Today the New England Journal of Medicine released two articles exploring physicians' beliefs about health reform.
The first, by Salomeh Keyhani and Alex Federman, explored physician preferences about the broad policy options for expanding insurance coverage and Medicare. This April, a nationally representative sample of more than 5,000 physicians was asked which of three options they would most strongly support:
1. Public and Private Options: Provide people under age 65 the choice of enrolling in a new public health insurance plan (like Medicare) or in private plans.
2. Private Options Only: Provide people with tax credits or low-income subsidies to buy private insurance coverage (without creating a public plan option).
3. Public Option Only: Eliminate private insurance and cover everyone in a single public plan like Medicare.
Physicians being the pathetically unreliable respondents they are, only 43 percent returned the survey. That's not great. Yet the results and the response rate are consistent with prior surveys. Among responders, 63 percent favored option #1, the public plan option. 9.6 percent favored the public option only. The remaining 27.3 percent favored exclusively private options.

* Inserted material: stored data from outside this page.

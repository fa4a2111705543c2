namespace GelDispense.Chemistry.AsMade;

/// <summary>A plan step as made: the reading, the true mass behind it, and how it sits in its window.</summary>
public sealed record StepOutcome(
    int StepIndex,
    string ReagentId,
    double PlannedMassG,
    double ReadingG,
    double TrueMassG,
    double ToleranceG)
{
    public double DeviationG => TrueMassG - PlannedMassG;

    public bool WithinWindow => Math.Abs(DeviationG) <= ToleranceG * (1 + 1e-9);
}
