using System.Globalization;
using GelDispense.Chemistry.Composition;
using GelDispense.Chemistry.Errors;
using GelDispense.Chemistry.Metrology;
using GelDispense.Chemistry.Planning;
using GelDispense.Chemistry.Tolerances;

namespace GelDispense.Chemistry.AsMade;

/// <summary>
/// Recomputes the composition from the readings (buoyancy-corrected to true mass in the plan's air) and
/// compares it with the nominal plan: R and the oxide density against the spec tolerances, every
/// component's mole ratio against its own (spec or step-limit) tolerance.
/// </summary>
public static class AsMadeCalculator
{
    public static AsMadeReport Compute(DispensingPlan plan, IReadOnlyList<RecordedReading> readings, PlanOptions? options = null)
    {
        options ??= new PlanOptions();
        var f = plan.Formulation;
        var actual = new double[f.Lines.Count];
        var shown = new double[plan.Steps.Count];
        foreach (var r in readings)
        {
            if (r.StepIndex < 0 || r.StepIndex >= plan.Steps.Count)
            {
                throw new InvalidInputException("stepIndex", r.StepIndex.ToString(CultureInfo.InvariantCulture), $"the plan has steps 0 to {plan.Steps.Count - 1}");
            }

            var step = plan.Steps[r.StepIndex];
            actual[step.ComponentIndex] += Buoyancy.TrueMassFromReadingG(r.ReadingG, step.DensityGPerMl, plan.AirDensityKgPerM3);
            shown[r.StepIndex] += r.ReadingG;
        }

        var madeFormulation = f.WithMasses(actual);
        var composition = CompositionEvaluator.Describe(madeFormulation);
        var outcomes = plan.Steps.Select(s => new StepOutcome(s.Index, s.ReagentId, s.TargetMassG, shown[s.Index], actual[s.ComponentIndex], s.ToleranceG)).ToArray();
        var complete = plan.Steps.All(s => s.TargetMassG == 0 || readings.Any(r => r.StepIndex == s.Index));
        var spec = SpecQuantities.For(f, f.Recipe.Spec)
            .Select(q => new QuantityDeviation(q.Name, q.Target.Value, q.Evaluate(actual), q.Target.TolerancePct)).ToArray();
        var nominal = CompositionEvaluator.Describe(f);
        var ratios = f.Lines.Select(l => new QuantityDeviation(
            $"ratio:{l.ReagentId}", nominal.Components[l.Index].MolPerMolPrecursor, composition.Components[l.Index].MolPerMolPrecursor,
            RatioTolerancePct(f.Recipe.Spec, l.ReagentId, options))).ToArray();
        return new AsMadeReport(composition, outcomes, spec, ratios, complete, Warnings(composition, spec, ratios, complete));
    }

    private static double RatioTolerancePct(FormulationSpec? spec, string reagentId, PlanOptions options) =>
        spec?.Ratios.FirstOrDefault(r => string.Equals(r.ReagentId, reagentId, StringComparison.OrdinalIgnoreCase))?.Target.TolerancePct
        ?? options.StepLimitPct(reagentId);

    private static List<string> Warnings(SolComposition c, QuantityDeviation[] spec, QuantityDeviation[] ratios, bool complete)
    {
        var warnings = new List<string>(c.Warnings);
        if (!complete)
        {
            warnings.Add("The batch is not complete: steps without a recorded addition count as nothing added.");
        }

        foreach (var d in spec.Concat(ratios).Where(d => !d.WithinTolerance && d.Nominal != 0))
        {
            warnings.Add(string.Create(CultureInfo.InvariantCulture,
                $"{d.Quantity} is {d.Actual:0.####} against {d.Nominal:0.####} ({d.DeviationPct:+0.##;-0.##} %), outside ± {d.TolerancePct:0.##} %."));
        }

        return warnings;
    }
}
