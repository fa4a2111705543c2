namespace GelDispense.Chemistry.AsMade;

/// <summary>One quantity as made against its nominal value, flagged against its tolerance.</summary>
public sealed record QuantityDeviation(
    string Quantity,
    double Nominal,
    double Actual,
    double TolerancePct)
{
    public double DeviationAbsolute => Actual - Nominal;

    public double DeviationPct => Nominal == 0 ? 0 : 100 * (Actual - Nominal) / Nominal;

    public bool WithinTolerance => Math.Abs(DeviationPct) <= TolerancePct * (1 + 1e-9);
}
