namespace GelDispense.Chemistry.AsMade;

/// <summary>A net balance reading recorded for a plan step, as the balance showed it (conventional mass, g).</summary>
public readonly record struct RecordedReading(int StepIndex, double ReadingG);
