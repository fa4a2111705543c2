using GelDispense.Chemistry.Composition;

namespace GelDispense.Chemistry.AsMade;

/// <summary>The composition recomputed from what was weighed, with every deviation from the plan flagged.</summary>
public sealed record AsMadeReport(
    SolComposition Composition,
    IReadOnlyList<StepOutcome> Steps,
    IReadOnlyList<QuantityDeviation> SpecDeviations,
    IReadOnlyList<QuantityDeviation> RatioDeviations,
    bool Complete,
    IReadOnlyList<string> Warnings)
{
    public bool InsideSpec => SpecDeviations.All(d => d.WithinTolerance);
}
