/**
 * The significant digits of a solve cell's answer that its accuracy supports.
 *
 * The rule: the target, computed again by the runs between the varied value and it, is good to
 * `TOLERANCE_UNITS` times their relative tolerance (`WhatIf.accuracy`, the loosest run's; a fit
 * takes the same 10 tolerance units as the error bound of a fitted value), relative to the
 * wanted value. That error divided by the target's slope at the answer, plus Brent's tolerance
 * on the answer itself (`ROOT_TOLERANCE` of the range), is the answer's error δ. The answer is
 * shown to the last decimal place u with δ ≤ u / 2, in the unit it is shown in, so that every
 * digit shown is right to within half a unit: from 1 to `MOST_DIGITS` significant digits. A run
 * with no bound on its error (a fixed step) or a target flat at the answer supports no claim:
 * no digits (the app shows its usual 4).
 */

/** A run's answers are taken to be within this many of its tolerance units. */
export const TOLERANCE_UNITS = 10;
/** Brent's tolerance on a zero, as a share of the range searched (`numerics/roots-in-range.ts`' default). */
export const ROOT_TOLERANCE = 1e-10;
/** The most digits an answer is shown with: those of every figure of the report's text. */
export const MOST_DIGITS = 6;
/** Points nearer the answer than this share of the range are left out of its slope: the runs' error would swamp their difference. */
const SLOPE_GAP = 1e-3;

/**
 * The target's slope at the answer `x` (target `y` there) from the points evaluated during the
 * search: the secant through the nearest point at least `SLOPE_GAP` of the range away on each
 * side, or from the answer to the nearest one on one side; NaN when there is none.
 */
export function slopeAt(seen: ReadonlyArray<readonly [number, number]>, x: number, y: number, range: number): number {
  const gap = SLOPE_GAP * range;
  let left: readonly [number, number] | undefined, right: readonly [number, number] | undefined;
  for (const p of seen) {
    if (p[0] <= x - gap && (!left || p[0] > left[0])) left = p;
    if (p[0] >= x + gap && (!right || p[0] < right[0])) right = p;
  }
  if (left && right) return (right[1] - left[1]) / (right[0] - left[0]);
  const one = left ?? right;
  return one ? (one[1] - y) / (one[0] - x) : NaN;
}

/**
 * The answer's error δ in SI: `accuracy` the runs' relative tolerance (0 when the target is
 * exact to round-off, NaN when unbounded), `scale` the target's size (the wanted value's),
 * `slope` the target's slope at the answer, `range` max - min.
 */
export function answerError(accuracy: number, scale: number, slope: number, range: number): number {
  const fromTarget = accuracy === 0 ? 0 : (TOLERANCE_UNITS * accuracy * Math.abs(scale)) / Math.abs(slope);
  return fromTarget + ROOT_TOLERANCE * range;
}

/** The significant digits of `value` (as shown) whose last place u has `error` (in the same unit) ≤ u / 2; undefined when nothing can be claimed. */
export function supportedDigits(value: number, error: number): number | undefined {
  if (!Number.isFinite(error) || !(error >= 0) || !Number.isFinite(value) || value === 0) return undefined;
  if (error === 0) return MOST_DIGITS;
  const place = Math.ceil(Math.log10(2 * error) - 1e-12);
  const lead = Math.floor(Math.log10(Math.abs(value)) + 1e-12);
  return Math.min(MOST_DIGITS, Math.max(1, lead - place + 1));
}
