/**
 * The two ways an uncertainty cell carries its inputs' spread to its names, on a prepared
 * what-if (engine/what-if.ts) that replaces the inputs:
 * - Monte Carlo (JCGM 101:2008, GUM Supplement 1): `samples` draws of all inputs from the
 *   seeded generator, each run through the what-if; per name, its values (a verdict's yes/no),
 *   and the samples in which it had no value with the first reason.
 * - Linear (JCGM 100:2008, the law of propagation of uncertainty, 5.2): u(y)² = J Σ Jᵀ with J
 *   the derivatives of each name with respect to the inputs' working coordinates
 *   (uncertainty-inputs.ts), by the shared central differences of numerics/slopes.ts.
 * Each what-if run charges the work meter one unit besides its own work.
 */
import type { WhatIf } from '../engine/what-if.ts';
import type { Quantity } from '../units/quantity.ts';
import { charge } from '../numerics/work-meter.ts';
import { seeded } from '../numerics/sampling/random.ts';
import type { Drawer, Working } from './uncertainty-inputs.ts';
import { slopes } from '../numerics/slopes.ts';
import { RUN_ACCURACY } from './sensitivity.ts';

/** What the samples gave for one name. */
export interface NameSamples {
  /** Values in SI (a verdict: 1 or 0), in sample order, where the name had a value. */
  readonly values: number[];
  /** True when the name is a yes/no verdict. */
  verdict: boolean;
  /** A quantity of the name, for its unit. */
  template?: Quantity;
  failed: number;
  reason?: string;
}

export interface MonteCarlo {
  readonly names: NameSamples[];
  /** Samples in which some name had no value, and the first reason. */
  readonly failed: number;
  readonly reason?: string;
  readonly evaluations: number;
}

/** Runs `samples` draws through the what-if. Cost: `samples` what-if runs. */
export function monteCarlo(whatIf: WhatIf, drawer: Drawer, inputs: number, samples: number, seed: number): MonteCarlo {
  const rng = seeded(seed);
  const names: NameSamples[] = whatIf.wanted.map(() => ({ values: [], verdict: false, failed: 0 }));
  const x = new Float64Array(inputs);
  let failed = 0;
  let reason: string | undefined;
  for (let s = 0; s < samples; s++) {
    drawer(rng, x);
    charge(1);
    const r = whatIf.evaluate(x);
    if (!r.ok) failed++;
    r.answers.forEach((a, i) => {
      const n = names[i];
      if (!a.ok) {
        n.failed++;
        n.reason ??= a.reason;
        reason ??= a.reason;
        return;
      }
      n.template ??= a.q;
      const truth = a.binding.kind === 'value' ? a.binding.truth : undefined;
      if (truth !== undefined) n.verdict = true;
      n.values.push(truth !== undefined ? Number(truth) : a.si);
    });
  }
  return { names, failed, ...(reason !== undefined ? { reason } : {}), evaluations: samples };
}

/** One name under the linear method. */
export type LinearName =
  | { readonly ok: true; readonly mean: number; readonly sd: number; readonly template: Quantity; readonly truth?: boolean }
  | { readonly ok: false; readonly reason: string };

/**
 * The linear method. The derivatives are central differences (numerics/slopes.ts: a step per
 * input from its standard uncertainty and the runs' accuracy, `RUN_ACCURACY`, one-sided where
 * a side has no value). Cost: 1 + 2·inputs what-if runs (more where a side has no value).
 */
export function linear(whatIf: WhatIf, working: Working): { names: LinearName[]; evaluations: number } {
  const n = working.w0.length;
  const x = new Float64Array(n);
  const run = (w: ArrayLike<number>) => {
    working.toValues(w, x);
    charge(1);
    return whatIf.evaluate(x);
  };
  const center = run(working.w0);
  const scale = Float64Array.from({ length: n }, (_, j) => Math.sqrt(working.covariance[j * n + j]));
  const s = slopes((w) => run(w).values, Float64Array.from(working.w0), scale, { accuracy: RUN_ACCURACY, f0: center.values });
  const bad = new Map<number, string>();
  for (const f of s.failed) if (f.output >= 0 && !bad.has(f.output)) bad.set(f.output, f.reason);
  const names: LinearName[] = center.answers.map((a, i) => {
    if (!a.ok) return { ok: false, reason: a.reason };
    const truth = a.binding.kind === 'value' ? a.binding.truth : undefined;
    if (truth !== undefined) return { ok: true, mean: a.si, sd: 0, template: a.q, truth };
    if (bad.has(i)) return { ok: false, reason: `no slope near the present values: ${bad.get(i)}` };
    let v = 0;
    for (let j = 0; j < n; j++) for (let k = 0; k < n; k++) v += s.d[i * n + j] * working.covariance[j * n + k] * s.d[i * n + k];
    return { ok: true, mean: a.si, sd: Math.sqrt(Math.max(0, v)), template: a.q };
  });
  return { names, evaluations: 1 + s.evaluations };
}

Physicians' support for the public plan option has rightly been emphasized in today's press coverage. Physicians have many complaints and questions about Medicare. Yet when they are asked to compare the program head-to-head with private alternatives, few prefer an exclusively private approach to health reform.
Physicians were asked a second question that has gotten less attention than it should: Whether they believed that adults between the ages of 55 and 64 should have the option of buying into Medicare. Fifty-eight percent supported this option.
Medicare buy-in raises complicated problems, but this is a very promising approach, made even better by its simplicity. Policymakers, physicians, and the public understand what this is, how bills would be paid, who would implement it. I hope that Democrats advance serious proposals to allow such buy-ins. Buy-ins could solve huge problems for a population old enough to contract chronic illness, yet still too young to qualify for Medicare.
Such a program could also be extremely valuable to firms and to state and local governments struggling to meet health benefit obligations negotiated decades ago when health expenditures were far lower than they are today. Especially if Republicans and conservative Democrats water-down or remove good public plan options from the 2009 health reform bill, progressive Democrats should be back the next day with a buy-in proposal.
The second article, by Antiel and colleagues is also based on Spring 2009 representative surveys of U.S. physicians. (Full disclosure, the second author, Farr Curlin, is a University of Chicago colleague.) These authors' results are culled from an eight-page survey of physicians' moral and ethical beliefs in medical practice. As above, the response rate of 51 percent isn't great, but is typical in physician survey work. It's gotten less attention because the results are less directly useful in this fall's political debate. That's too bad.
In these surveys, physicians report more varied and ambivalent findings about central issues of health reform. The below table is drawn from their results.
"Every physician is professionally obligated to care for the uninsured and underinsured"
"I would favor limiting reimbursement for expensive drugs and procedures if that would expand access to basic health care for those currently lacking such care."
Seventy-three percent of physicians surveyed believed that they have a professional obligation to care for the underinsured. Physicians had more varied reactions to the idea of limiting reimbursement for costly interventions to expand access to basic care. Two-thirds at least moderately agree with this idea, though not without some ambivalence in doing so. Many indicated "moderate" (40 percent) or "strong" (14 percent) moral objections to the use of cost-effectiveness data in determining which treatments should be offered to patents.
Antiel and colleagues find--as did Keyhani and Federman--key differences across specialties. Primary care providers were more likely than radiologists, surgeons, and other specialists to believe that physicians are obligated to care for the underinsured. For not entirely altruistic reasons, primary care providers were more likely to favor limiting reimbursement for expensive treatments to expand access to basic care.
Differences in self-professed political ideology were even greater. Conservatives were markedly less likely than liberals to believe that physicians are obligated to care for the underinsured., markedly less likely to favor limiting reimbursement for costly interventions to expand access to basic care, and markedly more likely to object to the use of cost-effectiveness data to limit treatment.
The medical profession is changing. It is more receptive than it once was to fundamental reform. This change has not come evenly, and the profession is not a monolith. As health reform makes the transition from high-altitude political and moral issues to the ground-level mechanics of benefit packages and provider reimbursement, conflicts within the medical profession will become more public and more heated. Real resources are at stake. Competing valuable approaches to health care also conflict.
It won't be easy to change a medical care economy that grossly favors specialty care over primary and preventive care. Better than almost anyone, physicians understand the necessity, but also the difficulty, of this task.